Le soulèvement de plusieurs pays arabes contre leurs dirigeants aura marqué ce début d'année.
Si l'on peut remarquer la réussite des révolutions tunisiennes et égyptiennes, sans doute l'échec de la révolte lybienne qui se termine dans un bain de sang, on constatera que cette aspiration à la liberté aura secoué le monde arabe dans son entier.
Dans de nombreux pays, les gouvernants, par peur de la contagion, ce sont empressés de mettre en place des mesures d'assouplissement de l'ordre établi :
- en Algérie, le régime a mis fin à 19 années d'état d'urgence
- au Maroc, une réforme constitutionnelle sera bientôt proposée au vote
- au sultanat d'Oman, même chose où la réforme devrait donner un véritable pouvoir législatif à ses parlementaires
- en Jordanie, le gouvernement a été remplacé par un autre
- en Arabie Saoudite, le régime a mis en place des réformes sociales et pour les étudiants
Partout, "souffle un vent de liberté" s'enthousiasme la presse en soulignant le retard pris par les islamistes par rapport à ces mouvements.
Pourtant, il convient d'être prudent : ce n'est pas parce qu'ils n'ont ni su le voir venir, ni su s'y associer tout de suite que les mouvements islamistes ont tout perdu.
En Tunisie par exemple, l'attente est de mise. Idem chez les Frères musulmans d'Egypte. Selon sans doute un équivalent local du proverbe "tout vient à point à qui sait attendre".

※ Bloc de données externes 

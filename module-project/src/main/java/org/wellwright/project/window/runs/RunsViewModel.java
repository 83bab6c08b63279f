package org.wellwright.project.window.runs;

import java.time.ZoneId;
import java.time.format.DateTimeFormatter;
import java.util.ArrayList;
import java.util.List;
import java.util.Locale;
import org.wellwright.project.file.Json;
import org.wellwright.project.file.JsonValue;
import org.wellwright.project.file.JsonValue.JsonNumber;
import org.wellwright.project.file.JsonValue.JsonObject;
import org.wellwright.project.file.JsonValue.JsonText;
import org.wellwright.project.run.Run;
import org.wellwright.project.run.RunHistory;

/**
 * What the window of runs shows.
 *
 * @param rows the runs, latest first
 * @param message how many lines of the history are damaged; empty if none
 */
record RunsViewModel(List<Row> rows, String message) {
    private static final DateTimeFormatter TIME = DateTimeFormatter.ofPattern("yyyy-MM-dd HH:mm:ss", Locale.ROOT);

    /**
     * One run.
     *
     * @param time when it ended, local time
     * @param kind what it was
     * @param model the model, if it was about one
     * @param quality χ²/ν, if it has one
     * @param program versions of program and solver
     * @param input the first digits of its input's digest, and whether the project is that now
     * @param command the command that does it again
     * @param result what came out, as JSON
     */
    record Row(
            String time,
            String kind,
            String model,
            String quality,
            String program,
            String input,
            String command,
            String result) {}

    RunsViewModel {
        rows = List.copyOf(rows);
    }

    static RunsViewModel of(RunHistory.Content history, String digest, ZoneId zone) {
        List<Row> rows = new ArrayList<>();
        for (Run run : history.runs()) {
            rows.add(0, row(run, digest, zone));
        }
        int damaged = history.damaged().size();
        String message = damaged == 0
                ? ""
                : "%d line%s of the history %s damaged and left out"
                        .formatted(damaged, damaged == 1 ? "" : "s", damaged == 1 ? "is" : "are");
        return new RunsViewModel(rows, message);
    }

    private static Row row(Run run, String digest, ZoneId zone) {
        String input = run.digest().substring(0, Math.min(8, run.digest().length()));
        return new Row(
                TIME.format(run.time().atZone(zone)),
                run.kind(),
                text(member(run.result(), "model")),
                quality(run.result()),
                run.program() + ", " + run.solver(),
                run.digest().equals(digest) ? input + " (as now)" : input,
                String.join(" ", run.command()),
                Json.compact(run.result()));
    }

    private static String quality(JsonValue result) {
        JsonValue chi = member(result, "chiSquare");
        JsonValue freedom = member(result, "degreesOfFreedom");
        if (!(chi instanceof JsonNumber chiSquare) || !(freedom instanceof JsonNumber degrees)) {
            return "";
        }
        double nu = Double.parseDouble(degrees.text());
        return nu > 0 ? String.format(Locale.ROOT, "%.4g", Double.parseDouble(chiSquare.text()) / nu) : "";
    }

    private static JsonValue member(JsonValue value, String key) {
        return value instanceof JsonObject object ? object.members().get(key) : null;
    }

    private static String text(JsonValue value) {
        return value instanceof JsonText text ? text.value() : "";
    }
}
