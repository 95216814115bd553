package job

import (
	"errors"
	"fmt"
	"slices"
	"strings"

	"gapwright/corelib/document"
	"gapwright/corelib/material"
	"gapwright/corelib/quantity"
	"gapwright/corelib/shape"
	"gapwright/corelib/wire"
)

// checkNames looks up what the job names in the shipped tables. A job with a
// library may name rows that only its folders hold; its cores and materials are
// left to whoever loads them.
func checkNames(base string, p *PartLimits, b *Build, rec *document.Record) {
	at := func(key string, i int) string { return fmt.Sprintf("%s.%s[%d]", base, key, i) }
	for i, text := range p.Wires.Stock {
		if place := at("wires.stock", i); rec.Set(place) && rec.Valid(place) {
			if _, err := wire.Parse(text); err != nil {
				rec.Fault(place, "%s", wireWords(err))
			}
		}
	}
	if len(b.Library) > 0 || !rec.Valid("build.library") {
		return
	}
	for i, name := range p.Cores.Families {
		if place := at("cores.families", i); rec.Set(place) && rec.Valid(place) && !slices.Contains(shape.Families(), name) {
			rec.Fault(place, "%s is not a family of the core table; write one of %s", name, strings.Join(shape.Families(), ", "))
		}
	}
	for _, list := range []struct {
		key   string
		names []string
	}{{"cores.shapes", p.Cores.Shapes}, {"cores.excluded", p.Cores.Excluded}} {
		for i, name := range list.names {
			place := at(list.key, i)
			if !rec.Set(place) || !rec.Valid(place) {
				continue
			}
			if _, err := shape.Embedded().Find(name); err != nil {
				near := ""
				if e, ok := errors.AsType[*shape.NotFoundError](err); ok && len(e.Nearest) > 0 {
					near = "; write for example " + strings.Join(e.Nearest, " or ")
				}
				rec.Fault(place, "%s is not in the core table%s", name, near)
			}
		}
	}
	for i, name := range p.Cores.Materials {
		if place := at("cores.materials", i); rec.Set(place) && rec.Valid(place) {
			if _, err := material.Embedded().Find(name); err != nil {
				rec.Fault(place, "%s is not in the ferrite table; write one of %s", name, strings.Join(material.Embedded().Names(), ", "))
			}
		}
	}
}

// widestFormer returns the former with the greatest breadth among those the
// limits admit.
func widestFormer(c Cores) (widest shape.Former) {
	for _, s := range shape.Embedded().Shapes() {
		admitted := slices.Contains(c.Families, s.Family)
		if len(c.Shapes) > 0 {
			admitted = slices.Contains(c.Shapes, s.Name)
		}
		if !admitted || slices.Contains(c.Excluded, s.Name) {
			continue
		}
		if f, err := shape.Embedded().FormerFor(s); err == nil && f.Breadth > widest.Breadth {
			widest = f
		}
	}
	return widest
}

// checkMargins finds a creepage that leaves no breadth to wind on. In resolves
// a key to the place that states it.
func checkMargins(p *PartLimits, b *Build, rec *document.Record, in func(string) string) {
	build, creepage := in("insulation.build"), in("insulation.creepage")
	if p.Insulation.Build != "margins" || p.Insulation.Creepage == nil || len(b.Library) > 0 {
		return
	}
	widest := widestFormer(p.Cores)
	if widest.Breadth > 0 && *p.Insulation.Creepage >= widest.Breadth {
		rec.Fault(build, "margins for the creepage %s on line %d leave nothing of the widest former admitted, %s with %s; write insulated-wire",
			rec.Text(creepage), rec.Line(creepage), widest.Name, quantity.FormatAs(widest.Breadth, quantity.Meter, "mm", 1))
	}
}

Soulignons aussi que les démocraties occidentales n'ont pas plus anticipé ces mouvements ; elles ont au contraire montré une frilosité à soutenir ces mouvements qui a mis en exergue les rapports incestueux qu'ils pouvaient entretenir avec les élites de ces régimes.
Alors, que faire ?
Encourager la démocratie dans ces pays, bien sûr, mais aussi TOUS les droits de l'homme : leur rappeler qu'une vraie liberté de religion, d'opinion, c'est une vie politique et une société où l'on a droit de penser ce qu'on veut, en particulier de la religion.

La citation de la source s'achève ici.